Bug 252553 - HardenedBSD Kernel panic on big network and IO load
Summary: HardenedBSD Kernel panic on big network and IO load
Status: Closed Not Accepted
Alias: None
Product: Base System
Classification: Unclassified
Component: kern (show other bugs)
Version: 12.2-STABLE
Hardware: amd64 Any
: --- Affects Some People
Assignee: freebsd-bugs (Nobody)
URL:
Keywords: panic
Depends on:
Blocks:
 
Reported: 2021-01-10 09:16 UTC by dmilith
Modified: 2021-01-10 18:23 UTC (History)
3 users (show)

See Also:


Attachments

Note You need to log in before you can comment on or make changes to this bug.
Description dmilith 2021-01-10 09:16:38 UTC
Hello.

I struggle with very annoying KP one of my dedicated servers.

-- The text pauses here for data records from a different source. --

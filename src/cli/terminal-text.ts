/**
 * Text from the user's files and names made safe for a terminal: control characters (C0, DEL,
 * C1, which start escape sequences that can recolour, retitle or rewrite the screen) and the
 * Unicode bidirectional overrides (which reorder what is shown) are written as visible escapes,
 * so an error message is one line that shows exactly what the input held.
 */

// C0 controls, DEL, C1 controls, and the bidi embeddings, overrides and isolates
const UNSAFE = /[\u0000-\u001f\u007f-\u009f\u202a-\u202e\u2066-\u2069]/g;

/** `text` with every unsafe character replaced by `\xNN` (or `\uNNNN` above U+00FF). */
export function escapeForTerminal(text: string): string {
  return text.replace(UNSAFE, (c) => {
    const code = c.charCodeAt(0);
    return code <= 0xff ? `\\x${code.toString(16).padStart(2, '0')}` : `\\u${code.toString(16).padStart(4, '0')}`;
  });
}
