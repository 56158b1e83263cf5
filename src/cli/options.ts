/**
 * Parsers for option values, each raising InputError that names the option.
 */
import { InputError } from '../core/errors';

export function parseNumber(option: string, text: string, range?: { min?: number; max?: number; exclusiveMin?: boolean }): number {
  const value = Number(text);
  if (text.trim() === '' || !Number.isFinite(value)) throw new InputError(`expected a number, got '${text}'`, { key: option });
  if (range?.min !== undefined && (range.exclusiveMin ? value <= range.min : value < range.min)) {
    throw new InputError(`must be ${range.exclusiveMin ? 'greater than' : 'at least'} ${range.min}, got ${value}`, { key: option });
  }
  if (range?.max !== undefined && value > range.max) throw new InputError(`must be at most ${range.max}, got ${value}`, { key: option });
  return value;
}

/** "3:14" -> [3, 14], with min < max. */
export function parseRange(option: string, text: string): [number, number] {
  const parts = text.split(':');
  if (parts.length !== 2) throw new InputError(`expected MIN:MAX, got '${text}'`, { key: option });
  const lo = parseNumber(option, parts[0]);
  const hi = parseNumber(option, parts[1]);
  if (!(lo < hi)) throw new InputError(`the range must increase, got ${lo}:${hi}`, { key: option });
  return [lo, hi];
}

export function parseInteger(option: string, text: string, min = 0): number {
  const value = parseNumber(option, text, { min });
  if (!Number.isInteger(value)) throw new InputError(`expected a whole number, got '${text}'`, { key: option });
  return value;
}
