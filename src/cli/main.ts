/**
 * The shellrank command line: parses arguments, calls the library, prints.
 * Every command lives in src/cli/commands/<verb>.ts and exports `register(program, io)`.
 * Errors: InputError -> one line on stderr, exit 2; ComputationError -> one line, exit 3;
 * anything else -> one line naming it an internal error, exit 70. `--debug` adds the stack.
 */
import { Command, CommanderError } from 'commander';
import { ComputationError, EXIT_CODES, InputError } from '../core/errors';
import { SHELLRANK_VERSION } from '../core/provenance';
import { COMMANDS, type CommandEntry } from './commands/index';
import type { CliIo } from './io';
import { escapeForTerminal } from './terminal-text';

/**
 * The program with the commands that `argv` needs: only the named command when there is one
 * (its module and libraries are all that load), none for a bare `--version`, every command for the
 * full help, no arguments or an unknown command (commander then lists or suggests them).
 */
export async function buildProgram(io: CliIo, argv: readonly string[] = []): Promise<Command> {
  const program = new Command();
  program
    .name('shellrank')
    .description('Rank candidate atomic structures against one measured EXAFS spectrum')
    .version(SHELLRANK_VERSION)
    .option('--debug', 'show stack traces on errors')
    .showHelpAfterError('(run with --help for usage)')
    .configureOutput({
      writeOut: (s) => io.stdout(s),
      writeErr: (s) => io.stderr(s),
    })
    .exitOverride();
  for (const entry of commandsFor(argv)) (await entry.load())(program, io);
  return program;
}

function commandsFor(argv: readonly string[]): readonly CommandEntry[] {
  // the program's own options (--debug, --version, --help) take no value, so the first word that
  // is not an option is the command
  const verb = argv.find((a) => !a.startsWith('-'));
  const named = COMMANDS.find((c) => c.name === verb);
  if (named) return [named];
  const versionOnly = verb === undefined && argv.some((a) => a === '--version' || a === '-V') && !argv.some((a) => a === '--help' || a === '-h');
  return versionOnly ? [] : COMMANDS;
}

/** Run the CLI with argv (without node and script); resolves to the exit code. */
export async function runCli(argv: readonly string[], io: CliIo): Promise<number> {
  const debug = argv.includes('--debug');
  try {
    const program = await buildProgram(io, argv);
    await program.parseAsync([...argv], { from: 'user' });
    return EXIT_CODES.ok;
  } catch (error) {
    if (error instanceof CommanderError) {
      // commander already printed its message (help, version or a usage error)
      return error.exitCode === 0 ? EXIT_CODES.ok : EXIT_CODES.input;
    }
    if (error instanceof InputError) {
      io.stderr(`shellrank: error: ${escapeForTerminal(error.message)}\n`);
      if (debug) io.stderr(`${error.stack}\n`);
      return EXIT_CODES.input;
    }
    if (error instanceof ComputationError) {
      io.stderr(`shellrank: computation failed: ${escapeForTerminal(error.message)}\n`);
      if (debug) io.stderr(`${error.stack}\n`);
      return EXIT_CODES.computation;
    }
    const message = error instanceof Error ? error.message : String(error);
    io.stderr(`shellrank: internal error: ${escapeForTerminal(message.split('\n')[0])} (run with --debug for details)\n`);
    if (debug && error instanceof Error) io.stderr(`${error.stack}\n`);
    return EXIT_CODES.internal;
  }
}
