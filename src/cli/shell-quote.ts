/**
 * Quoting command-line arguments for a POSIX shell, so that printed commands can be pasted back:
 * an argument made only of characters no shell treats specially is left as it is, anything else is
 * put in single quotes (inside which every character is literal), a single quote itself written as
 * '\'' (POSIX.1-2017, Shell Command Language, 2.2.3 Single-Quotes).
 */

/** Characters that are never special to a POSIX shell, wherever they stand in a word. */
const PLAIN = /^[A-Za-z0-9_@%+=:,./-]+$/;

/** One argument, quoted when it needs it ('' for the empty string). */
export function shellQuote(argument: string): string {
  if (PLAIN.test(argument)) return argument;
  return `'${argument.replace(/'/g, `'\\''`)}'`;
}

/** A command line from its arguments, each quoted when it needs it. */
export function shellCommand(args: readonly string[]): string {
  return args.map(shellQuote).join(' ');
}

Long story short - it's i7 8 cores, 64GiBs RAM machine with ELK server (Elasticsearch 5.6 + Kibana 5.6 + Logstash 5.6), which gathers application logs from our 350+ external hosts

Let's say - it's under heavy network and IO load. I'm also using ZFS on root with sync=disabled on datasets (this way after a panic we lose only some part of logs and whole ES index doesn't get corrupted).
System has 64G swap on ZFS enabled, but it never gets really filled.

Every 5-6 hours, (sometimes 5-6 days…) kernel just panics there.
Yesterday I build new, fresh 12.2 kernel with NETDUMP feature enabled, and did setup of netdumpd on our second dedicated machine.

In effect, I woke up and have some information from minidump with some info what's causing the panic (hopefully):

https://gist.github.com/dmilith/9606ebf422ae1770b42d9e23f1116c7b
Comment 1 Ed Maste freebsd_committer 2021-01-10 17:22:25 UTC
This looks like memory corruption; even if it is due to an issue in vanilla FreeBSD there is not enough information here to fix.

If you can reproduce this on FreeBSD and store the vmcore somewhere we might be able to solve it, or if you can track down the cause we'll see about a fix.
clear
Comment 2 Mark Johnston freebsd_committer 2021-01-10 18:23:29 UTC
There was a similar report on FreeBSD stable/12 recently so I suspect it is a FreeBSD bug.  Maybe only in 12, UMA in head has changed a lot.

So there is a minidump?  Can you show the backtrace from kgdb?  In particular I would like to see line numbers for the stack trace.  The linked stack trace is from DDB, the in-kernel debugger.